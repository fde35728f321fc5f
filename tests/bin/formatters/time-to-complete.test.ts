import { describe, expect, it } from 'vitest';
import { vesselWorkCautions } from '#shared/cautions.ts';
import { quantileMethodType7, timeToCompleteReportSchema } from '#shared/schemas/time-to-complete.ts';
import { formatTimeToComplete } from '#bin/formatters/time-to-complete.ts';
import { freshAnswer } from '../../fixtures/freshness.ts';

// Figures of the ten invented jobs of reference/checks.json: type 7 median 6.75, p90 17.4, mean 9.35.
const report = timeToCompleteReportSchema.parse({
  ...freshAnswer,
  site: 'TTC',
  from: '2021-01-01T00:00:00.000Z',
  to: '2022-01-01T00:00:00.000Z',
  quantileMethod: quantileMethodType7,
  groups: [
    { key: 'all', n: 10, meanHours: 9.35, medianHours: 6.75, p90Hours: 17.4, sdHours: 8.389974176, minHours: 2.5, maxHours: 30 },
    { key: 'guided=yes', n: 6, meanHours: 5.25, medianHours: 5.25, p90Hours: 7.75, sdHours: 2.296736817, minHours: 2.5, maxHours: 8 },
    { key: 'guided=no', n: 0, meanHours: null, medianHours: null, p90Hours: null, sdHours: null, minHours: null, maxHours: null, reason: 'no-jobs' },
  ],
  jobs: [{ woNumber: 'WO-01', startedAt: '2021-01-04T07:00:00.000Z', completedAt: '2021-01-04T11:30:00.000Z', hours: 4.5, guided: true, steps: 2, crew: 'crew-a', procedure: 'element replacement' }],
  skipped: [],
  learningCurve: { byPeriod: [{ label: '2021-Q1', start: '2020-12-31T23:00:00.000Z', end: '2021-03-31T22:00:00.000Z', n: 3, medianHours: 12, meanHours: 15.5 }], bySequence: [] },
  procedureDefinition: 'procedure = kind of job',
  cautions: [...vesselWorkCautions],
  provenance: { workOrders: ['WO-01'], workOrderCount: 10, tags: [], windows: [] },
});

const cells = (line: string) => line.split('│').map((c) => c.trim()).filter(Boolean);

describe('formatTimeToComplete', () => {
  const text = formatTimeToComplete({ ...report, cautions: [...vesselWorkCautions], procedureDefinition: 'procedure = kind of job' });
  const lines = text.split('\n');

  it('prints group rows of n, mean, median and p90 in hours', () => {
    expect(text).toMatch(/group.*n.*mean \(h\).*median \(h\).*p90 \(h\)/);
    expect(cells(lines.find((l) => l.includes('│ all'))!)).toEqual(['all', '10', '9.35', '6.75', '17.4']);
    expect(cells(lines.find((l) => l.includes('guided=no'))!)).toEqual(['guided=no', '0', '—', '—', '—']);
  });

  it('prints the learning curve, the quantile method, the procedure rule and the vessel-work cautions', () => {
    expect(cells(lines.find((l) => l.includes('2021-Q1'))!)).toEqual(['2021-Q1', '3', '12', '15.5']);
    expect(text).toContain('Quantiles: type7 (Hyndman & Fan 1996; R default).');
    expect(text).toContain('Procedure: procedure = kind of job');
    for (const caution of vesselWorkCautions) expect(text).toContain(caution);
  });
});
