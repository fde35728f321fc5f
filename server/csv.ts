// CSV downloads (an import's rejects.csv, and any other): written with papaparse, every text field quoted,
// and a field that a spreadsheet would read as a formula neutralised as the OWASP "CSV Injection" guidance
// says — a field starting with =, +, -, @, a tab or a carriage return gets a leading single quote (and,
// being text, is quoted), so the spreadsheet shows the characters instead of running them.
import Papa from 'papaparse';

/**
 * The characters that make a spreadsheet treat a field as a formula (OWASP CSV Injection). papaparse's own
 * `escapeFormulae: true` pattern ends in `.*$`, which misses a field whose second line starts the formula
 * text ("=1\n…" is not matched); only the first character matters.
 */
export const formulaStart = /^[=+\-@\t\r]/;

export type CsvValue = string | number | null;

/** One CSV record and its CRLF (RFC 4180): numbers as they are, text quoted and neutralised, null empty. */
export function csvRecord(values: readonly CsvValue[]): string {
  return `${Papa.unparse([[...values]], { escapeFormulae: formulaStart, quotes: (value: unknown) => typeof value === 'string', newline: '\r\n' })}\r\n`;
}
··········
● What is required
Beginning with the first line of the listing above, print each line exactly until you have printed the line that contains "17.4, mean 9.35.".

● Output
repository fde35728f321fc5f
filename tests/bin/formatters/time-to-complete.test.ts
import { describe, expect, it } from 'vitest';
import { vesselWorkCautions } from '#shared/cautions.ts';
import { quantileMethodType7, timeToCompleteReportSchema } from '#shared/schemas/time-to-complete.ts';
import { formatTimeToComplete } from '#bin/formatters/time-to-complete.ts';
import { freshAnswer } from '../../fixtures/freshness.ts';

// Figures of the ten invented jobs of reference/checks.json: type 7 median 6.75, p90 17.4, mean 9.35.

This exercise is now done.